Inconsistencies with Lawlessness
Friday’s section of this week’s lesson asks,
“What is the problem with those who talk about the reality of sin and yet argue that God’s law has been done away with? What great inconsistency can you point out in that line of reasoning?”
There are many inconsistencies when people try to do away with the law. For one, without a law there is no sin. Romans 5:13 tells us sin is not charged against us without a law. 1 John 3:4 tells us sin is breaking God’s law. If there is no law, then I cannot sin. If I cannot sin, then I do not need grace. If I do not need grace, then I don’t need the cross. It was because the law could not be done away with that Jesus had to die.

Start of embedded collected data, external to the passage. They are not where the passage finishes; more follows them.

//! `foldcheck diff`: what a configuration change does to the rigs.
//!
//! Both sides are linted with the real pipeline ([`campaign::run`], keeping the resolved
//! rigs). Rigs are matched by their path relative to the side's base (the directory
//! given, the parent of a single file, or the top of the git checkout for `--rev`);
//! clocks and channels are matched by name within a rig, never by position. For every
//! channel the comparison works out the final rate, the band, their ratio, the worst
//! alias attenuation and the required rejection on both sides; a channel is *changed*
//! when any of them differs. A changed channel whose own YAML is the same on both sides
//! is a *derived* change, and [`Cause`] names what upstream moved it (the first clock on
//! its clock path whose rate changed, its sensor, its module, or the thresholds).
//!
//! Findings are matched by fingerprint ([`crate::fingerprint`]: rule, owner and subject,
//! never the message, numbers or lines). A fingerprint on both sides is *unchanged* or
//! *changed* (its values, message or severity differ: shown before → after); one only on
//! the new side is *introduced*, one only on the old side *resolved*. The exit status is
//! 1 only when the change introduces a finding at or above `--fail-on`.

mod git;
mod render;

use crate::analysis;
use crate::campaign::{self, Fatal, Options, Outcome, RigOutcome};
use crate::finding::{Finding, Severity};
use crate::model::quantity::Exact;
use crate::model::{Filter, Module, Response, Sensor, Sp};
use crate::resolve::{RChannel, Rig};
use crate::source::FileId;
use crate::words::{ATTENUATION_CEILING_DB, finite};
use num_traits::CheckedDiv;
use serde_json::Value;
use std::collections::{BTreeMap, BTreeSet, HashMap};
use std::path::{Component, Path, PathBuf};

pub use render::{human, json, markdown};

/// Output formats.
#[derive(Clone, Copy, Debug, PartialEq, Eq)]
pub enum Format {
    /// Plain text.
    Human,
    /// JSON (version 1, see [`json`]).
    Json,
    /// Markdown for a review comment.
    Markdown,
}

/// Compare two files, two directories, or (with `rev`) the working tree with a git
/// revision, and render the result. Returns the text and the exit status (1 when the
/// change introduces a finding at or above `fail_on`); `Err` is a fatal error (exit 2).
pub fn run(
    paths: &[PathBuf],
    rev: Option<&str>,
    format: Format,
    fail_on: Severity,
    settings: Option<PathBuf>,
) -> Result<(String, u8), String> {
    let diff = match rev {
        Some(rev) => rev_diff(paths, rev, settings)?,
        None => pair_diff(paths, settings)?,
    };
    let text = match format {
        Format::Human => human(&diff),
        Format::Json => json(&diff),
        Format::Markdown => markdown(&diff),
    };
    Ok((text, diff.exit_status(fail_on)))
}

/// The result of a comparison.
#[derive(Clone, Debug)]
pub struct Diff {
    /// What the old side is ("old/", "HEAD").
    pub old: String,
    /// What the new side is ("new/", "the working tree").
    pub new: String,
    /// The revision compared with, for `--rev`: as given, and the commit it names.
    pub rev: Option<(String, String)>,
    /// Rig files added, removed, or not comparable (a side does not parse).
    pub rigs: Vec<RigNote>,
    /// Channels added, removed or changed, by rig then name.
    pub channels: Vec<ChannelChange>,
    /// Clocks whose rate changed, by defining file then name.
    pub clocks: Vec<ClockChange>,
    /// Findings of the new side that the old side does not have.
    pub introduced: Vec<DiffFinding>,
    /// Findings of the old side that the new side does not have.
    pub resolved: Vec<DiffFinding>,
    /// Findings on both sides (same fingerprint) whose values, message or severity
    /// differ: (old side, new side).
    pub changed: Vec<(DiffFinding, DiffFinding)>,
    /// Findings on both sides with the same values, message and severity.
    pub unchanged: usize,
}

impl Diff {
    /// 1 when an introduced finding is at or above `fail_on`, else 0.
    pub fn exit_status(&self, fail_on: Severity) -> u8 {
        u8::from(
            self.introduced
                .iter()
                .any(|f| f.finding.severity >= fail_on),
        )
    }
}

/// What happened to a rig file as a whole.
#[derive(Clone, Copy, Debug, PartialEq, Eq)]
pub enum RigStatus {
    /// Only on the new side.
    Added,
    /// Only on the old side.
    Removed,
    /// On both sides, but one side could not be read as a rig (see the findings).
    NotCompared,
}

/// A rig file that was added, removed or could not be compared.
#[derive(Clone, Debug)]
pub struct RigNote {
    /// The rig file as displayed.
    pub file: String,
    /// What happened.
    pub status: RigStatus,
}

/// Added, removed or changed.
#[derive(Clone, Copy, Debug, PartialEq, Eq)]
pub enum Status {
    /// Only on the new side.
    Added,
    /// Only on the old side.
    Removed,
    /// On both sides, with different numbers.
    Changed,
}

impl Status {
    /// The word used in output.
    pub fn as_str(self) -> &'static str {
        match self {
            Status::Added => "added",
            Status::Removed => "removed",
            Status::Changed => "changed",
        }
    }
}

/// The worst alias check of a channel: the lowest, over its checked rate changes, of
/// the attenuation at `fs − B` and the net attenuation of a sensor resonance that
/// folds into the band (read from the analysis).
#[derive(Clone, Copy, Debug, PartialEq)]
pub struct Alias {
    /// Attenuation in dB (clamped at [`ATTENUATION_CEILING_DB`]).
    pub attenuation_db: f64,
    /// The rate change where it is lowest (0 = the ADC).
    pub stage: usize,
    /// The frequency that folds onto the band edge there, `fs − B`, in Hz.
    pub fold_from_hz: f64,
}

/// One channel's numbers on one side.
#[derive(Clone, Debug, PartialEq)]
pub struct Metrics {
    /// The clock it samples on.
    pub clock: Option<String>,
    /// The rate after the last stage, exact.
    pub final_rate: Option<Exact>,
    /// The band, exact.
    pub band: Option<Exact>,
    /// Final rate ÷ band, exact.
    pub ratio: Option<Exact>,
    /// Worst alias attenuation; `None` when no rate change is above twice the band.
    pub alias: Option<Alias>,
    /// The required rejection in dB (precedence of docs/model.md, "Sampling and folding").
    pub required_db: f64,
}

impl Metrics {
    /// A channel's numbers, read from its analysis (the same one the rules read):
    /// the worst alias check counts a sensor resonance that folds into the band.
    pub fn of(rig: &Rig, index: usize) -> Metrics {
        let ch = &rig.channels[index];
        let clock = ch.clock.map(|k| rig.clocks[k].def.name.value.clone());
        let band = ch.band.as_ref().map(|b| b.hz);
        let ctx = analysis::Context::default().with_fixes(false);
        let a = analysis::analyse_channel(rig, index, &ctx);
        let rates = a.rates.as_ref().ok();
        // A channel that did not resolve still has a final rate when its clock has one.
        let final_rate = rates.map(|r| r.final_rate).or_else(|| {
            let fs0 = rig.adc_rate(ch)?;
            crate::resolve::chain::Chain::with_adc_rate(rig, ch, fs0).map(|c| c.final_rate())
        });
        let ratio = match rates {
            Some(r) => r.final_ratio_exact,
            None => match (final_rate, band) {
                (Some(f), Some(b)) if b > Exact::from_integer(0) => f.checked_div(&b),
                _ => None,
            },
        };
        let alias = rates.and_then(|r| r.worst_fold()).map(|w| Alias {
            attenuation_db: finite(w.attenuation_db).min(ATTENUATION_CEILING_DB),
            stage: w.stage,
            fold_from_hz: w.fold_from_hz,
        });
        Metrics {
            clock,
            final_rate,
            band,
            ratio,
            alias,
            required_db: ch.rejection.0,
        }
    }
}

/// Hundredths, the precision attenuation is printed with: two values that print alike
/// are not a change.
fn hundredths(db: f64) -> i64 {
    (db * 100.0).round() as i64
}

/// The names of the numbers that differ between two sides, in output order.
fn changed_fields(a: &Metrics, b: &Metrics) -> Vec<&'static str> {
    let mut v = Vec::new();
    if a.clock != b.clock {
        v.push("clock");
    }
    if a.final_rate != b.final_rate {
        v.push("final_rate");
    }
    if a.band != b.band {
        v.push("band");
    }
    if a.ratio != b.ratio {
        v.push("ratio");
    }
    let alias = |m: &Metrics| m.alias.map(|x| (hundredths(x.attenuation_db), x.stage));
    if alias(a) != alias(b) {
        v.push("alias_attenuation");
    }
    if hundredths(a.required_db) != hundredths(b.required_db) {
        v.push("required_rejection");
    }
    v
}

/// Something upstream of a channel that changed and moved its numbers.
#[derive(Clone, Debug, PartialEq, Eq)]
pub enum Cause {
    /// The first clock on the channel's clock path (root first) whose rate changed.
    Clock(String),
    /// Its sensor's definition changed (bandwidth, response).
    Sensor(String),
    /// Its module's definition changed (filters, rejection, ADC bits).
    Module(String),
    /// The rig's `defaults` or the settings changed the required rejection.
    Thresholds,
}

impl Cause {
    /// "clock `hall-25k6`".
    pub fn describe(&self) -> String {
        match self {
            Cause::Clock(n) => format!("clock `{n}`"),
            Cause::Sensor(n) => format!("sensor `{n}`"),
            Cause::Module(n) => format!("module `{n}`"),
            Cause::Thresholds => "the thresholds".to_string(),
        }
    }
}

/// A channel that was added, removed or changed.
#[derive(Clone, Debug)]
pub struct ChannelChange {
    /// The rig file as displayed (the new side's, unless removed).
    pub rig: String,
    /// The channel's name.
    pub name: String,
    /// What happened.
    pub status: Status,
    /// Whether the channel's own YAML differs (comments and spacing aside).
    pub edited: bool,
    /// What upstream moved its numbers (empty for added and removed channels).
    pub causes: Vec<Cause>,
    /// The numbers that differ (`final_rate`, `band`, `ratio`, `alias_attenuation`,
    /// `clock`, `required_rejection`).
    pub changed: Vec<&'static str>,
    /// The old side's numbers.
    pub before: Option<Metrics>,
    /// The new side's numbers.
    pub after: Option<Metrics>,
}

Secondly I have met people who quote all the commandments, except when I mention the Sabbath, they turn around and claim the commandments they just quoted were done away with. Yet they didn’t say that when the other commandments were mentioned. There are many inconsistencies with that line of thinking, but here is just one: The Sabbath predates the law at Sinai. So even if the commandments were done away with, that would not get rid of the Sabbath. The Sabbath was already instituted before the commandments were given. Although the word “Sabbath” is not mentioned in our English translations of Gen 2:2-3, the word for “rested” is shabath, from which we get “Sabbath” in English. (Gen 2:3 could be translated as “And God blessed the seventh day, and sanctified it: because that in it he had sabbathed from all his work.) In Isaiah 66:23 we see the Sabbath will be observed throughout eternity.
Those are some inconsistencies that I see. What inconsistencies do you see?